Eine andere Studie zeigte auch eine verringerte Lungendiffusionskapazität, die nach drei Monaten bei 42 % der COVID-19-Überlebenden unabhängig vom Schweregrad mit radiologischen Anomalien korrelierte. Selbst sechs Monate nach Symptombeginn waren bei etwa der Hälfte der COVID-19-Überlebenden immer noch radiologische Lungenanomalien im Zusammenhang mit anhaltenden Symptomen vorhanden.

In vielen anderen Berichten wurden auch radiologische Hinweise auf eine langanhaltende Lungenfibrose bis zu 6 Monate nach der Entlassung aus dem Krankenhaus gefunden, die ebenfalls mit der Schwere der ursprünglichen Erkrankung korrelierte. Mithilfe einer fortschrittlicheren radiologischen Technik mit Xenongas zur Untersuchung der Lungenfunktion wurden bei entlassenen Patienten mit mittelschwerer COVID-19-Erkrankung im Vergleich zu gesunden Kontrollpersonen Defekte in der Lungengasaustauschfunktion festgestellt.

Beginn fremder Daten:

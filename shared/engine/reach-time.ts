/**
 * Reach-time distribution (engine.md section 1): P(T_i > t) = (Q^t 1)_i, where Q is the walk
 * (laziness and mixing included) restricted to the non-starters. The room's reach curve is the
 * expected share of non-starters reached by hop t; quantiles give "90% reached by hop 7".
 * Repeated sparse products: O((m + n) t). Since E[T_i] = sum_t P(T_i > t), the curve's area
 * reproduces the exact reach.
 */
import { EngineError } from './errors';
import type { WalkOptions } from './graph';
import { unreachablePeople, type UnreachablePerson } from './reachability';
import { checkPeople, prepareRoom, type PreparedRoom, type RoomInput } from './room';
import { sparseWalk } from './walk';

export interface ReachCurveOptions extends WalkOptions {
  /** Last hop computed (default: enough for the share not yet reached to fall below `tolerance`, capped by the room size). */
  readonly maxHops?: number;
  /** Stop once the expected share not yet reached is below this (default 1e-6). */
  readonly tolerance?: number;
  /** Shares for which the hop is reported (default 0.5, 0.9, 0.99). */
  readonly quantiles?: readonly number[];
  /** Minutes per hop, to express hops as minutes. */
  readonly minutesPerHop?: number;
  /** People whose own curve P(reached by hop t) is returned. */
  readonly people?: readonly number[];
}

export interface ReachQuantile {
  readonly share: number;
  /** First hop by which at least `share` of the non-starters are expected to have heard; null if not within the hops computed. */
  readonly hop: number | null;
  readonly minutes: number | null;
}

export interface ReachCurve {
  readonly starters: number[];
  /** shareReached[t]: expected share of non-starters who have heard by hop t (t = 0 .. hops). */
  readonly shareReached: Float64Array;
  /** roomShare[t]: the same counted over the whole room, starters included. */
  readonly roomShare: Float64Array;
  readonly hops: number;
  /** True when the share not yet reached fell below the tolerance. */
  readonly complete: boolean;
  readonly quantiles: ReachQuantile[];
  readonly minutesPerHop?: number;
  /** Per requested person: P(reached by hop t), t = 0 .. hops. */
  readonly people: { readonly index: number; readonly reachedBy: Float64Array }[];
  readonly unreachable: UnreachablePerson[];
}

export function reachCurve(input: RoomInput, starterList: readonly number[], options: ReachCurveOptions = {}): ReachCurve {
  const room = prepareRoom(input, options);
  const starters = checkPeople(room, starterList, 'Starters');
  if (starters.length === 0) throw new EngineError('INVALID_STARTERS', 'Choose at least one starter.');
  const people = checkPeople(room, options.people ?? [], 'People');
  const minutesPerHop = options.minutesPerHop;
  if (minutesPerHop !== undefined && !(minutesPerHop > 0 && Number.isFinite(minutesPerHop)))
    throw new EngineError('INVALID_OPTION', 'Minutes per hop must be a positive number.');
  const cap = options.maxHops ?? Math.min(20_000, Math.max(200, Math.floor(4e8 / (room.csr.col.length + room.n))));
  if (!(Number.isInteger(cap) && cap >= 1)) throw new EngineError('INVALID_OPTION', 'maxHops must be a whole number of at least 1.');
  const tol = options.tolerance ?? 1e-6;
  const { share, perPerson, hops, remaining } = walkHops(room, starters, people, cap, tol);
  const shareReached = Float64Array.from(share);
  const others = room.n - starters.length;
  const roomShare = shareReached.map((v) => (starters.length + others * v) / room.n);
  return {
    starters,
    shareReached,
    roomShare,
    hops,
    complete: remaining <= tol,
    quantiles: reachQuantiles(shareReached, options.quantiles ?? [0.5, 0.9, 0.99], minutesPerHop),
    minutesPerHop,
    people: people.map((p, q) => ({ index: p, reachedBy: Float64Array.from(perPerson[q]) })),
    unreachable: unreachablePeople(room, starters),
  };
}

/**
 * Steps s = Q^t 1 (the lazy walk's survival vector) until the share not yet reached is at most
 * `tol` or `cap` hops are done; collects the share reached by each hop and each person's curve.
 */
function walkHops(room: PreparedRoom, starters: number[], people: number[], cap: number, tol: number) {
  const { n } = room;
  const walk = sparseWalk(room, starters);
  const a = room.laziness;
  const others = n - starters.length;
  let s = new Float64Array(n);
  for (let i = 0; i < n; i++) if (walk.inT[i]) s[i] = 1;
  let t2 = new Float64Array(n);
  const share: number[] = [0];
  const perPerson = people.map(() => [0]);
  people.forEach((p, q) => (perPerson[q][0] = walk.inT[p] ? 0 : 1));
  let hops = 0;
  let remaining = others > 0 ? 1 : 0;
  while (remaining > tol && hops < cap) {
    walk.mulQ(s, t2);
    let sum = 0;
    if (a > 0)
      for (let i = 0; i < n; i++) {
        t2[i] = (1 - a) * t2[i] + a * s[i];
        sum += t2[i];
      }
    else for (let i = 0; i < n; i++) sum += t2[i];
    [s, t2] = [t2, s];
    hops++;
    remaining = sum / others;
    share.push(1 - remaining);
    people.forEach((p, q) => perPerson[q].push(walk.inT[p] ? 1 - s[p] : 1));
  }
  return { share, perPerson, hops, remaining };
}

/** The first hop by which each share of the non-starters is reached (null beyond the hops computed). */
function reachQuantiles(shareReached: Float64Array, shares: readonly number[], minutesPerHop: number | undefined): ReachQuantile[] {
  return shares.map((q) => {
    if (!(q > 0 && q <= 1)) throw new EngineError('INVALID_OPTION', `Quantile shares must be in (0, 1] (got ${q}).`);
    let hop: number | null = null;
    for (let t = 0; t < shareReached.length; t++)
      if (shareReached[t] >= q - 1e-12) {
        hop = t;
        break;
      }
    return { share: q, hop, minutes: hop !== null && minutesPerHop !== undefined ? hop * minutesPerHop : null };
  });
}

/** Hops expressed as minutes. */
export function hopsToMinutes(hops: number, minutesPerHop: number): number {
  return hops * minutesPerHop;
}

Darüber hinaus wurden diese Lungenprobleme in dieser Studie nicht durch einen Standard-CT-Scan des Brustkorbs erkannt, was darauf hindeutet, dass bei routinemäßigen radiologischen Untersuchungen solche Lungenkomplikationen möglicherweise übersehen wurden. Bemerkenswert ist, dass in einer Studie bei jungen Rekruten mit symptomatischem COVID-19 im Vergleich zu Nicht-COVID-19-Rekruten nach etwa 45 Tagen der Nachbeobachtung eine verringerte maximale aerobe Kapazität festgestellt wurde.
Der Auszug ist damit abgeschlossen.